**What to produce:** Every line below between the one holding "import dev.leadline.problem.Refusal;" and the one holding "has is used.", inclusive, should be copied exactly, and no other line.

----------------

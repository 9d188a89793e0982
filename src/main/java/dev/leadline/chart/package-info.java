/// Pictures of runs and of densities, drawn into an image or a vector file, that also say which value stands at a
/// pixel.
///
/// Start with [Settling][dev.leadline.chart.Settling], the plain data of a picture;
/// [View][dev.leadline.chart.View], what part of it is looked at; and [Picture][dev.leadline.chart.Picture], both
/// laid out for a size and a [Theme][dev.leadline.chart.Theme].
///
/// - **A window** keeps a view. For each newer trace it makes a picture off its own thread and shows
///   [image][dev.leadline.chart.Picture#image(double)]. It passes mouse positions to the picture and gets a
///   [Reading][dev.leadline.chart.Reading] for a hover, or the next view for wheel and drag; a double click is
///   [reset][dev.leadline.chart.View#reset()]. A table shows [rows][dev.leadline.chart.Settling#rows()].
/// - **A figure** is the bytes of an [Export][dev.leadline.chart.Export], always light, with its
///   [Caption][dev.leadline.chart.Caption] inside for people who cannot see it.
/// - **An input's row** shows a [DensitySketch][dev.leadline.chart.DensitySketch].
///
/// What ranges a picture chooses by itself is told in `Framing`, how lanes look in
/// [LaneLook][dev.leadline.chart.LaneLook], what is named along an axis in `Ticks`. The charting library gives axes
/// and grid; bands, lines, markers and key are drawn here. Layout does not depend on where a picture is drawn, so
/// screen, image and vector file agree.
///
/// Nothing here knows a window's nodes or touches a file. A machine without any font is told so in a
/// [Refusal][dev.leadline.problem.Refusal].
package dev.leadline.chart;
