package dev.leadline.chart;

import dev.leadline.problem.Problem;
import dev.leadline.problem.Refusal;
import java.awt.Font;
import java.awt.font.FontRenderContext;
import java.util.List;
import java.util.Locale;

/// The letters of a picture: a sans with digits of equal width.
final class Typeface {
    /// Known to have equal digits and raised figures; the first that the machine has is used.
    private static final List<String> WANTED =
            List.of("DejaVu Sans", "Noto Sans", "Liberation Sans", "Segoe UI", "Helvetica Neue");

    /// Lengths do not depend on where a text will be drawn, so a picture has one layout on screen and in files.
    private static final FontRenderContext MEASURE = new FontRenderContext(null, true, true);

    private Typeface() {}

    /// @param size in pixels
    /// @throws Refusal where the machine has no font at all
    static Font sans(int size) {
        try {
            var font = Family.FOUND.deriveFont((float) size);
            font.getStringBounds("0", MEASURE);
            return font;
        } catch (LinkageError | RuntimeException e) {
            throw new Refusal(Problem.of("this machine has no font to draw a picture with")
                    .because("The labels of a picture need one; numbers and reports without pictures do not.")
                    .tryThis("Install a font and fontconfig (on Debian: apt install fontconfig fonts-dejavu-core)."));
        }
    }

    static double width(Font font, String text) {
        return font.getStringBounds(text, MEASURE).getWidth();
    }

    /// The text, cut and ended with `…` where it is wider than `room`.
    static String fitted(Font font, String text, double room) {
        if (width(font, text) <= room) {
            return text;
        }
        int end = text.length();
        while (end > 0 && width(font, text.substring(0, end).stripTrailing() + "…") > room) {
            end--;
        }
        return text.substring(0, end).stripTrailing() + "…";
    }

    /// Looked up when first needed, once.
    private static final class Family {
        static final Font FOUND = WANTED.stream()
                .map(name -> new Font(name, Font.PLAIN, 12))
                .filter(font -> font.getFamily(Locale.ROOT).equals(font.getName()))
                .findFirst()
                .orElseGet(() -> new Font(Font.SANS_SERIF, Font.PLAIN, 12));
    }
}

----------------

**Result:**
import dev.leadline.problem.Refusal;
import java.awt.Font;
import java.awt.font.FontRenderContext;
import java.util.List;
import java.util.Locale;

/// The letters of a picture: a sans with digits of equal width.
final class Typeface {
    /// Known to have equal digits and raised figures; the first that the machine has is used.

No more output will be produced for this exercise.